__Work instruction__. Please copy, exactly as they appear below, the lines from the one containing "Where results go." through the one containing "load(market: string): Promise<unknown>;".
━━━━━━━━━━━━━━━━━━━━━━━━━━━━━━
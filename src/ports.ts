/**
 * The edges of the pipeline, as interfaces only. Replay plugs a file source and a
 * run-directory sink into these ports; live mode plugs Kafka adapters into the same
 * ones, so both drive the one engine the same way (docs/principles.md).
 */
import type { Reject, SourcedEvent } from './model.js';
import type { AssignmentRecord, EngineSink, EpochRecord, ExpiryRecord, PriceRecord } from './window/engine.js';

export type { AssignmentRecord, EngineSink, EpochRecord, ExpiryRecord, PriceRecord };

/** One item from a source: a valid event, or a line/record that was rejected. */
export type SourceItem = { kind: 'event'; ev: SourcedEvent } | { kind: 'reject'; reject: Reject };

/**
 * Where events come from. A file source yields a whole log in event-time order; a
 * Kafka source yields records as they arrive (possibly late).
 */
export interface EventSource {
  /** How many items the source expects to deliver, when it knows (for progress). */
  readonly expected?: number;
  /** Items in delivery order. The iterator ends when the input is exhausted. */
  items(): AsyncIterable<SourceItem>;
  /** Releases what the source holds (files, consumers). Safe to call twice. */
  close(): Promise<void>;
}

/**
 * Where results go. The engine calls the three {@link EngineSink} methods
 * synchronously; a sink that buffers raises `pressure` and the driver awaits
 * `drain()` before feeding more events, so memory stays bounded.
 */
export interface OutputSink extends EngineSink {
  reject(r: Reject): void;
  /** True while buffered output exceeds what the sink wants to hold. */
  readonly pressure: boolean;
  /** Resolves once buffered output has been handed on (and pressure is false). */
  drain(): Promise<void>;
  /** Flushes and closes every output; rejects with the first write error, if any. */
  close(): Promise<void>;
}

/** Pool state per market, so a restarted live processor resumes where it stopped. */
export interface StateStore {
  load(market: string): Promise<unknown>;
  save(market: string, state: unknown): Promise<void>;
}

/**
 * Wall-clock time for what is measured or timed out, never for event time: the
 * engine's epochs come from the events alone.
 */
export interface Clock {
  /** Milliseconds, monotonic within a run (e.g. `performance.now`). */
  now(): number;
}

/** An {@link OutputSink} that keeps nothing: replay without `--out`. */
export function nullSink(): OutputSink {
  return {
    assignment: () => {},
    expiry: () => {},
    epoch: () => {},
    reject: () => {},
    pressure: false,
    drain: async () => {},
    close: async () => {},
  };
}

/** Fans one stream of records out to several sinks (the first is awaited first). */
export function teeSink(sinks: readonly OutputSink[]): OutputSink {
  const priced = sinks.filter((s) => s.prices !== undefined);
  return {
    ...(priced.length > 0 ? { prices: (p: PriceRecord) => { for (const s of priced) s.prices!(p); } } : {}),
    assignment: (a) => { for (const s of sinks) s.assignment(a); },
    expiry: (e) => { for (const s of sinks) s.expiry(e); },
    epoch: (r) => { for (const s of sinks) s.epoch(r); },
    reject: (r) => { for (const s of sinks) s.reject(r); },
    get pressure() { return sinks.some((s) => s.pressure); },
    drain: async () => { for (const s of sinks) await s.drain(); },
    close: async () => { for (const s of sinks) await s.close(); },
  };
}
━━━━━━━━━━━━━━━━━━━━━━━━━━━━━━
__Answer to this exercise__.
 * Where results go. The engine calls the three {@link EngineSink} methods
 * synchronously; a sink that buffers raises `pressure` and the driver awaits
 * `drain()` before feeding more events, so memory stays bounded.
 */
export interface OutputSink extends EngineSink {
  reject(r: Reject): void;
  /** True while buffered output exceeds what the sink wants to hold. */
  readonly pressure: boolean;
  /** Resolves once buffered output has been handed on (and pressure is false). */
  drain(): Promise<void>;
  /** Flushes and closes every output; rejects with the first write error, if any. */
  close(): Promise<void>;
}

/** Pool state per market, so a restarted live processor resumes where it stopped. */
export interface StateStore {
  load(market: string): Promise<unknown>;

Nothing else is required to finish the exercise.